Activities of daily living

Activities of daily living (ADLs or ADL) is a term used in healthcare to refer to people's daily self-care activities. Health professionals often use a person's ability or inability to perform ADLs as a measurement of their functional status. The concept of ADLs was originally proposed in the 1950s by Sidney Katz and his team at the Benjamin Rose Hospital in Cleveland, Ohio. The concept of ADLs has been added to and refined by a variety of researchers since that time.[1] For example, many indexes that assess ADLs now include some measure of mobility.[2] Additionally, to be more inclusive of the range of activities that support independent living, in 1969, Lawton and Brody developed the instrumental activities of daily living (IADLs).[3] ADLs are often used in the care of people with disabilities, people with injuries, and elderly people.[4] Younger children often require help from adults to perform ADLs, as they have not yet developed the skills necessary to perform them independently.

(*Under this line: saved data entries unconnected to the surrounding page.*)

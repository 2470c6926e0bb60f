"""A pytest plugin for evolver authors: a test that fails when the evolver regressed.

Installed with neuroyard (entry-point group ``pytest11``, name ``neuroyard``), it offers
one fixture::

    def test_my_evolver_did_not_regress(assert_no_regression):
        assert_no_regression(baseline="tests/baseline.json", workers=2)

``assert_no_regression(baseline, workers=1, trust_evolvers=False)`` makes the baseline's
runs again on ``workers`` worker processes and compares them with the baseline as
``neuroyard check`` does (:func:`neuroyard.api.judging.check`); the test fails with the
lines of the regressions, or with the one line that says what is wrong with the baseline
file. A relative ``baseline`` path is taken from pytest's root folder (``rootdir``). It
returns the :class:`~neuroyard.reports.baseline.CheckResult` when nothing regressed.

The baseline file names the evolvers the fixture runs. As with ``neuroyard check``, an
evolver other than an installed one (a ``module:attr`` path, such as the evolver of the
project under test, or ``process:COMMAND``) runs only with ``trust_evolvers=True``, for a
file the project keeps and has read; without it the test fails with one line and nothing
runs.

The plugin imports nothing of neuroyard when pytest loads it: the gate (numpy, numba,
scipy, the harness) is imported when the fixture is first called, so a test run that does
not use it is neither slowed nor changed. Disable it with ``-p no:neuroyard``.
"""

from __future__ import annotations

from collections.abc import Callable
from pathlib import Path
from typing import Any

import pytest


@pytest.fixture
def assert_no_regression(request: pytest.FixtureRequest) -> Callable[..., Any]:
    """The check of a baseline, as a function of ``baseline`` (path), ``workers`` and
    ``trust_evolvers``."""

    def check(baseline: str | Path, workers: int = 1, trust_evolvers: bool = False) -> Any:
        from neuroyard.api.judging import check as check_baseline  # loaded on use, see above
        from neuroyard.core.errors import NeuroyardError

        path = Path(baseline)
        if not path.is_absolute():
            path = request.config.rootpath / path
        try:
            result = check_baseline(
                path, workers=workers, progress=False, trust_evolvers=trust_evolvers
            )
        except NeuroyardError as exc:
            pytest.fail(f"neuroyard: error: {exc}", pytrace=False)
        if result.regressions:
            pytest.fail("\n".join(result.regressions), pytrace=False)
        return result

    return check
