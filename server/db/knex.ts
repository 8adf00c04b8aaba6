import knex, { type Knex } from 'knex'
import { quietConnectionWarnings } from './availability'

/**
 * Every identifier of every query and every column of every row passes through these: the
 * names are few, so each is converted once and remembered (bounded, in case of a flood of
 * aliases).
 */
function remembered(convert: (name: string) => string): (name: string) => string {
  const known = new Map<string, string>()
  return (name) => {
    let converted = known.get(name)
    if (converted === undefined) {
      converted = convert(name)
      if (known.size < 5_000) known.set(name, converted)
    }
    return converted
  }
}

const toSnake = remembered((name) => name.replace(/[A-Z]/g, (l) => `_${l.toLowerCase()}`))
const toCamel = remembered((name) =>
  name.replace(/_([a-z0-9])/g, (_, l: string) => l.toUpperCase()),
)

function camelizeRow(row: unknown): unknown {
  if (Array.isArray(row)) return row.map(camelizeRow)
  if (row === null || typeof row !== 'object' || row instanceof Date || Buffer.isBuffer(row)) {
    return row
  }
  const camel: Record<string, unknown> = {}
  for (const key in row) camel[toCamel(key)] = (row as Record<string, unknown>)[key]
  return camel
}

// During an outage a request should hear "unavailable" in seconds, not after the driver's own
// limits (knex waits 60 s for a connection, mysql2 10 s for a handshake). A refused connection
// fails at once anyway; these bound a server that accepts but does not answer.
const ACQUIRE_TIMEOUT_MS = 5_000
const CONNECT_TIMEOUT_MS = 3_000

/** Knex on mysql2, with camelCase in the code and snake_case in MariaDB, converted here only. */
export function createDb(url: string, poolOptions: Knex.PoolConfig = { min: 0, max: 10 }): Knex {
  // Every connection works in UTC, so TIMESTAMP columns read back as the instants they stored.
  const pool: Knex.PoolConfig = {
    ...poolOptions,
    afterCreate: (
      connection: { query: (sql: string, done: (error?: Error) => void) => void },
      done: (error?: Error) => void,
    ) => connection.query("SET time_zone = '+00:00'", (error) => done(error)),
  }
  return knex({
    client: 'mysql2',
    connection: {
      uri: url,
      charset: 'utf8mb4',
      timezone: 'Z',
      dateStrings: ['DATE'],
      connectTimeout: CONNECT_TIMEOUT_MS,
    } as never,
    pool,
    acquireConnectionTimeout: ACQUIRE_TIMEOUT_MS,
    log: { warn: quietConnectionWarnings((message) => console.warn(message)) },
    wrapIdentifier: (value, wrap) => wrap(value === '*' ? value : toSnake(value)),
    postProcessResponse: camelizeRow,
  })
}

export type Db = Knex
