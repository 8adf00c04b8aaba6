import { computed, ref, watch, type Ref } from 'vue'
import { addCustodyEvent, fetchSample, listSamples, placeHold, receiveSample } from '@/api/evidence'
import type {
  CustodyEventCreate,
  Sample,
  SampleCreate,
  SampleDetail,
} from '../../shared/schemas/samples'

/** One item's page: the item with its history, the pieces cut from it, and what is done to it. */
export function useSample(caseId: Ref<number>, sampleId: Ref<number>) {
  const sample = ref<SampleDetail>()
  const all = ref<Sample[]>([])

  async function load(): Promise<void> {
    if (!caseId.value) return
    ;[sample.value, all.value] = await Promise.all([
      fetchSample(caseId.value, sampleId.value),
      listSamples(caseId.value),
    ])
  }
  watch([caseId, sampleId], () => void load(), { immediate: true })

  const pieces = computed(() => all.value.filter((s) => s.parentId === sampleId.value))
  const parent = computed(() => all.value.find((s) => s.id === sample.value?.parentId))

  async function record(event: CustodyEventCreate) {
    sample.value = await addCustodyEvent(caseId.value, sampleId.value, event)
  }
  async function cut(fields: SampleCreate) {
    await receiveSample(caseId.value, fields)
    await load()
  }
  async function hold(reason: string) {
    await placeHold(caseId.value, { sampleId: sampleId.value, reason })
    await load()
  }

  return { sample, pieces, parent, load, record, cut, hold }
}
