import {
  defaultLocalOptions,
  ensureDatabase,
  startLocalMariadb,
  type LocalMariadb,
} from './local-mariadb'

export interface ResolvedDatabase {
  url: string
  /** set when the private server was started for this process; stop it on exit */
  local: LocalMariadb | undefined
}

/**
 * An external URL wins; otherwise the private MariaDB on loopback is started (installed first if
 * needed) and the named database created on it.
 */
export async function resolveDatabase(
  externalUrl: string | undefined,
  database: string,
): Promise<ResolvedDatabase> {
  if (externalUrl) return { url: externalUrl, local: undefined }
  const local = await startLocalMariadb(defaultLocalOptions())
  const url = await ensureDatabase(local.options, {
    database,
    user: 'fractolog',
    password: process.env.LOCAL_DB_PASSWORD ?? 'fractolog-local-only',
  })
  return { url, local: local.startedHere ? local : undefined }
}
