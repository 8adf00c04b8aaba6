import { computed, onMounted, reactive, ref } from 'vue'
import { useRouter } from 'vue-router'
import { createCase } from '@/api/cases'
import { listStaff, type StaffMember } from '@/api/staff'
import { useFormErrors } from '@/composables/use-form-errors'
import { useOrganisationsStore } from '@/stores/organisations'
import { useSessionStore } from '@/stores/session'
import type { Turnaround } from '../../shared/schemas/case-vocabulary'
import { keyPerContent } from '../../shared/api/idempotency'
import { CaseCreate } from '../../shared/schemas/cases'

function emptyToNull(text: string): string | null {
  return text.trim() === '' ? null : text
}

/** The new-case form: choices to fill it from, checks before sending, and the created case. */
export function useNewCaseForm() {
  const router = useRouter()
  const session = useSessionStore()
  const organisations = useOrganisationsStore()
  const { fieldErrors, formError, sending, validate, send, clearWhenEdited } = useFormErrors()
  const keyFor = keyPerContent()

  const form = reactive({
    title: '',
    organisationId: null as number | null,
    component: '',
    partNumber: '',
    material: '',
    turnaround: 'standard' as Turnaround,
    safetyCritical: false,
    receivedOn: '',
    leadInvestigatorId: null as number | null,
    failureDate: '',
    dueDate: '',
  })
  const staff = ref<StaffMember[]>([])
  clearWhenEdited(form)

  const investigators = computed(() =>
    staff.value.filter((member) => member.roles.includes('investigator')),
  )

  onMounted(async () => {
    const [members] = await Promise.all([listStaff(), organisations.ensureLoaded()])
    staff.value = members
    const me = session.user
    if (me && investigators.value.some((member) => member.id === me.id)) {
      form.leadInvestigatorId ??= me.id
    }
  })

  async function submit(): Promise<void> {
    const newCase = validate(CaseCreate, {
      ...form,
      partNumber: emptyToNull(form.partNumber),
      failureDate: emptyToNull(form.failureDate),
      receivedOn: emptyToNull(form.receivedOn),
      dueDate: emptyToNull(form.dueDate),
    })
    if (!newCase) return
    await send(async () => {
      const created = await createCase(newCase, keyFor(newCase))
      await router.push({ name: 'case', params: { id: created.id } })
    })
  }

  return { form, fieldErrors, formError, sending, investigators, organisations, submit }
}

Common ADLs include feeding oneself, bathing, dressing, grooming, work, homemaking, cleaning oneself after urinating and defecating, and leisure.[5] A number of national surveys have collected data on the ADL status of the U.S. population.[6] While basic definitions of ADLs have been suggested, what specifically constitutes a particular ADL for each individual may vary. Some factors that influence peoples' perception of their function level include culture and education.[7]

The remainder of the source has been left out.